Andrew Boord, in 1547, attempting to describe the fashions of his
countrymen, gave up the effort in sheer despair over the variety and
fickleness of costume, and drew a naked man with a pair of shears in one
hand and a piece of cloth in the other, to the end that he should shape
his apparel as he himself liked; and this he called an Englishman. Even
the gentle Harrison, who gives Boord the too harsh character of a lewd
popish hypocrite and ungracious priest, admits that he was not void of
judgment in this; and he finds it easier to inveigh against the enormity,
the fickleness, and the fantasticality of the English attire than to
describe it. So unstable is the fashion, he says, that today the Spanish
guise is in favor; tomorrow the French toys are most fine and delectable;
then the high German apparel is the go; next the Turkish manner is best
liked, the Morisco gowns, the Barbary sleeves, and the short French
breeches; in a word, "except it were a dog in a doublet, you shall not
see any so disguised as are my countrymen in England."

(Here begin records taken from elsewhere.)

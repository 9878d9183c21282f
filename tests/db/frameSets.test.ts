import { createHash, randomUUID } from 'node:crypto'
import { mkdtempSync, rmSync, writeFileSync } from 'node:fs'
import { createServer, request, type IncomingHttpHeaders, type Server } from 'node:http'
import type { AddressInfo } from 'node:net'
import { tmpdir } from 'node:os'
import { join } from 'node:path'
import { createApp, createError, eventHandler, toNodeListener } from 'h3'
import { eq } from 'drizzle-orm'
import { afterAll, beforeAll, describe, expect, it } from 'vitest'
import { writeNpz } from '../../jobs/formats/npz'
import { auditEntries, campaignGuests, events, frameSetFiles, frameSets } from '../../server/db/schema'
import { createLocalFileStore, type FileStore } from '../../server/store/fileStore'
import { sendDownload } from '../../server/utils/fileDownload'
import { frameSetDownload } from '../../server/utils/frameSetFiles'
import { frameSetImage } from '../../server/utils/frameSetImages'
import { getFrameSet, listFrameSets, releaseFrameSet } from '../../server/utils/frameSets'
import { LampsumError } from '../../shared/errors'
import type { Group } from '../../shared/measurement'
import type { User } from '../../shared/schemas/people'
import { openTestDatabase } from '../support/database'
import { insertAcquisition, insertCampaign, insertUser } from '../support/fixtures'

let handle: Awaited<ReturnType<typeof openTestDatabase>>
let root: string
let store: FileStore
let server: Server
let analyst: User
let guest: User
let campaign: string
let acquisition: string
const person = async (role: User['role']): Promise<User> => ({ id: await insertUser(handle.database, role), email: `${role}@lab.example`, name: role, role })

const rows = 3
const columns = 5
const group = (id: string, role: Group['role'], repetition: number): Group => ({ id, line: 1, frequencyHz: 120, repetition, role, lampPhaseDeg: null, depth: null, firstFrame: 0, frameCount: 10, accepted: true, flags: [] })
const groups = [group('d0', 'dark', 0), group('r1', 'reference', 1), group('p1', 'phase', 1)]
const sums = Uint32Array.from({ length: groups.length * rows * columns }, (_, i) => i * 1000)
const image = (factor: number) => ({ dtype: 'float32' as const, shape: [rows, columns], data: Float32Array.from({ length: rows * columns }, (_, i) => i * factor) })

async function insertSet(changes: Partial<typeof frameSets.$inferInsert> = {}): Promise<string> {
  const id = randomUUID()
  await handle.database.insert(frameSets).values({ id, acquisitionId: acquisition, line: 1, frequencyHz: 120, state: 'draft', cutListVersion: 1, checks: [], groups, width: columns, height: rows, createdAt: new Date(), ...changes })
  return id
}

async function insertFile(frameSetId: string, name: string, bytes: Uint8Array) {
  const local = join(root, randomUUID())
  writeFileSync(local, bytes)
  const fileKey = `frame-sets/${frameSetId}/${name}`
  await store.put(fileKey, local)
  const sha256 = createHash('sha256').update(bytes).digest('hex')
  await handle.database.insert(frameSetFiles).values({ frameSetId, name, bytes: bytes.length, sha256, contentType: 'application/octet-stream', fileKey })
  return sha256
}

interface Answer { status: number, headers: IncomingHttpHeaders, body: Buffer }
const get = (path: string, headers: Record<string, string> = {}, method = 'GET') => new Promise<Answer>((resolve, reject) => {
  request({ port: (server.address() as AddressInfo).port, host: '127.0.0.1', path, method, headers }, (response) => {
    const chunks: Buffer[] = []
    response.on('data', chunk => chunks.push(chunk as Buffer))
    response.on('end', () => resolve({ status: response.statusCode!, headers: response.headers, body: Buffer.concat(chunks) }))
  }).on('error', reject).end()
})

let setId: string
let hash: string
const content = Buffer.from(Array.from({ length: 300_000 }, (_, i) => i % 251))

beforeAll(async () => {
  handle = await openTestDatabase()
  root = mkdtempSync(join(tmpdir(), 'lampsum-store-'))
  store = createLocalFileStore(root)
  analyst = await person('analyst')
  guest = await person('guest')
  campaign = await insertCampaign(handle.database, analyst.id)
  acquisition = await insertAcquisition(handle.database, campaign, analyst.id, { number: 14 })
  setId = await insertSet()
  hash = await insertFile(setId, 'manifest.json', content)
  await insertFile(setId, 'frameset.npz', writeNpz({ sums: { dtype: 'uint32', shape: [groups.length, rows, columns], data: sums }, scene: image(1), p: image(2), q: image(3), noise: image(4) }))
  const app = createApp()
  app.use(eventHandler(async (event) => {
    const [, kind, id, name] = event.path.split('/')
    try {
      await sendDownload(event, await (kind === 'files' ? frameSetDownload : frameSetImage)(handle.database, store, id!, name!))
    } catch (error) {
      throw createError({ statusCode: error instanceof LampsumError ? error.status : 500, cause: error })
    }
  }))
  server = createServer(toNodeListener(app))
  await new Promise<void>(resolve => server.listen(0, '127.0.0.1', resolve))
})
afterAll(async () => {
  server?.close()
  await handle?.close()
  rmSync(root, { recursive: true, force: true })
})

describe('downloading a file', () => {
  const path = () => `/files/${setId}/manifest.json`

  it('carries size, a strong ETag, the SHA-256 of the whole and a name to save it under', async () => {
    const { status, headers, body } = await get(path())
    expect(status).toBe(200)
    expect(body.equals(content)).toBe(true)
    expect(headers).toMatchObject({
      'etag': `"${hash}"`, 'accept-ranges': 'bytes', 'content-length': '300000', 'cache-control': 'private, max-age=31536000, immutable',
      'repr-digest': `sha-256=:${createHash('sha256').update(content).digest('base64')}:`, 'content-disposition': 'attachment; filename="acquisition-14-line-1-manifest.json"',
    })
  })

  it('goes on where a broken download stopped, and starts afresh when the file is another', async () => {
    const rest = await get(path(), { 'range': 'bytes=123456-', 'if-range': `"${hash}"` })
    expect([rest.status, rest.headers['content-range']]).toEqual([206, 'bytes 123456-299999/300000'])
    expect(Buffer.concat([content.subarray(0, 123_456), rest.body]).equals(content)).toBe(true)
    const other = await get(path(), { 'range': 'bytes=123456-', 'if-range': '"of another file"' })
    expect([other.status, other.body.length]).toEqual([200, 300_000])
  })

  it('answers several ranges with the whole, and a range beyond the end with 416', async () => {
    expect((await get(path(), { range: 'bytes=0-1,5-6' })).status).toBe(200)
    const beyond = await get(path(), { range: 'bytes=300000-' })
    expect([beyond.status, beyond.headers['content-range'], beyond.headers.etag, beyond.headers['cache-control']]).toEqual([416, 'bytes */300000', undefined, 'private, no-store'])
  })

  it('sends nothing to who has it already, nor for HEAD', async () => {
    const known = await get(path(), { 'if-none-match': `"${hash}"` })
    expect([known.status, known.body.length, known.headers.etag]).toEqual([304, 0, `"${hash}"`])
    const head = await get(path(), { range: 'bytes=0-1' }, 'HEAD')
    expect([head.status, head.headers['content-length'], head.body.length]).toEqual([200, '300000', 0])
  })

  it('answers 404 for a file that the set does not have, whatever the name', async () => {
    for (const name of ['nothing.txt', '..%2f..%2fmanifest.json']) expect((await get(`/files/${setId}/${name}`)).status).toBe(404)
  })
})

describe('an image of a frame set', () => {
  it('is the group’s own slice of the sums', async () => {
    for (const [index, { id }] of groups.entries()) {
      const { headers, body } = await get(`/images/${setId}/${id}`)
      expect([headers['x-lampsum-shape'], headers['x-lampsum-type'], headers['content-length']]).toEqual(['3,5', 'uint32', '60'])
      expect([...new Uint32Array(body.buffer.slice(body.byteOffset, body.byteOffset + 60))]).toEqual([...sums.subarray(index * 15, index * 15 + 15)])
    }
  })

  it('is a solved image by its name', async () => {
    const { headers, body } = await get(`/images/${setId}/q`)
    expect([headers['x-lampsum-shape'], headers['x-lampsum-type']]).toEqual(['3,5', 'float32'])
    expect([...new Float32Array(body.buffer.slice(body.byteOffset, body.byteOffset + 60))]).toEqual([...image(3).data])
    expect((await get(`/images/${setId}/r2`)).status).toBe(404)
  })
})

describe('who sees which sets', () => {
  const idsFor = async (user: User) => (await listFrameSets(handle.database, user, { limit: 200, acquisitionId: acquisition })).items.map(set => set.id)

  it('guests see released sets of their campaigns; drafts that were replaced are seen by nobody in a list', async () => {
    const [draft, released, replaced] = [await insertSet(), await insertSet({ state: 'released', releasedAt: new Date() }), await insertSet({ supersededAt: new Date() })]
    expect(await idsFor(guest)).toEqual([])
    await handle.database.insert(campaignGuests).values({ campaignId: campaign, userId: guest.id, grantedBy: analyst.id, createdAt: new Date() })
    expect(await idsFor(guest)).toEqual([released])
    const seen = await idsFor(analyst)
    expect(seen).toEqual(expect.arrayContaining([draft, released]))
    expect(seen).not.toContain(replaced)
    expect((await getFrameSet(handle.database, replaced)).superseded).toBe(true)
  })

  it('pages neither skip nor double, even among sets made in the same millisecond and while new ones come', async () => {
    const other = await insertAcquisition(handle.database, campaign, analyst.id)
    const createdAt = new Date()
    const made: string[] = []
    for (let i = 0; i < 23; i++) made.push(await insertSet({ acquisitionId: other, line: i, createdAt: i < 15 ? createdAt : new Date(createdAt.getTime() - i) }))
    const seen: string[] = []
    for (let cursor: string | undefined; ;) {
      const page = await listFrameSets(handle.database, analyst, { limit: 5, cursor, acquisitionId: other })
      seen.push(...page.items.map(set => set.id))
      await insertSet({ acquisitionId: other, createdAt: new Date(createdAt.getTime() + 1000) })
      if (!page.nextCursor) break
      cursor = page.nextCursor
    }
    expect(seen).toHaveLength(23)
    expect(new Set(seen)).toEqual(new Set(made))
  })
})

describe('release', () => {
  it('signs a draft once, with its note, in the audit and the live events', async () => {
    const id = await insertSet()
    await releaseFrameSet(handle.database, analyst, id, 'Compared both repetitions.')
    expect(await getFrameSet(handle.database, id)).toMatchObject({ state: 'released', releasedByName: 'The analyst', releaseNote: 'Compared both repetitions.' })
    await expect(releaseFrameSet(handle.database, analyst, id, 'Again.')).rejects.toMatchObject({ code: 'wrong-state' })
    expect(await handle.database.select().from(auditEntries).where(eq(auditEntries.subject, id))).toHaveLength(1)
    expect((await handle.database.select().from(events).where(eq(events.type, 'acquisition'))).at(-1)!.payload).toEqual({ id: acquisition, campaignId: campaign })
  })

  it('refuses a set that a newer run has replaced', async () => {
    await expect(releaseFrameSet(handle.database, analyst, await insertSet({ supersededAt: new Date() }), 'Fine.')).rejects.toMatchObject({ code: 'wrong-state', message: expect.stringMatching(/newer/) })
  })
})
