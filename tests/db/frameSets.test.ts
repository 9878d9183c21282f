import { createHash, randomUUID } from 'node:crypto'
import { mkdtempSync, readdirSync, readFileSync, rmSync, writeFileSync } from 'node:fs'
import { createServer, request, type IncomingHttpHeaders, type Server } from 'node:http'
import type { AddressInfo } from 'node:net'
import { tmpdir } from 'node:os'
import { join } from 'node:path'
import { createApp, createError, eventHandler, toNodeListener } from 'h3'
import { eq } from 'drizzle-orm'
import { afterAll, beforeAll, describe, expect, it } from 'vitest'
import { readNpz, writeNpz } from '../../jobs/formats/npz'
import { createSolvePool } from '../../jobs/stages/solvePool'
import { auditEntries, campaignGuests, events, frameSetFiles, frameSets, jobs, stageOutputs } from '../../server/db/schema'
import { createLocalFileStore, type FileStore } from '../../server/store/fileStore'
import { sendDownload } from '../../server/utils/fileDownload'
import { frameSetDownload } from '../../server/utils/frameSetFiles'
import { frameSetImage } from '../../server/utils/frameSetImages'
import { solveFrameSetAgain, type SolveContext } from '../../server/utils/frameSetSolve'
import { getFrameSet, listFrameSets, releaseFrameSet } from '../../server/utils/frameSets'
import { createSolver, type Solver } from '../../server/utils/solver'
import { LampsumError } from '../../shared/errors'
import type { FrameSetReview } from '../../shared/frameSetReview'
import type { Group } from '../../shared/measurement'
import type { User } from '../../shared/schemas/people'
import { openTestDatabase } from '../support/database'
import { insertAcquisition, insertCampaign, insertUser } from '../support/fixtures'
import { solverFolder, storedLine, writeStored, type StoredLine } from '../support/solvedSets'

let handle: Awaited<ReturnType<typeof openTestDatabase>>
let root: string
let store: FileStore
let server: Server
let analyst: User
let guest: User
let campaign: string
let acquisition: string
const person = async (role: User['role']): Promise<User> => ({ id: await insertUser(handle.database, role), email: `${role}@lab.example`, name: role, role })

This fantastical folly was in all degrees, from the courtier down to the
tarter. "It is a world to see the costliness and the curiosity, the
excess and the vanity, the pomp and the bravery, the change and the
variety, and finally the fickleness and the folly that is in all degrees;
insomuch that nothing is more constant in England than inconstancy of
attire. So much cost upon the body, so little upon souls; how many suits
of apparel hath the one, or how little furniture hath the other!" "And
how men and women worry the poor tailors, with endless fittings and
sending back of garments, and trying on!" "Then must the long seams of
our hose be set with a plumb line, then we puff, then we blow, and
finally sweat till we drop, that our clothes may stand well upon us."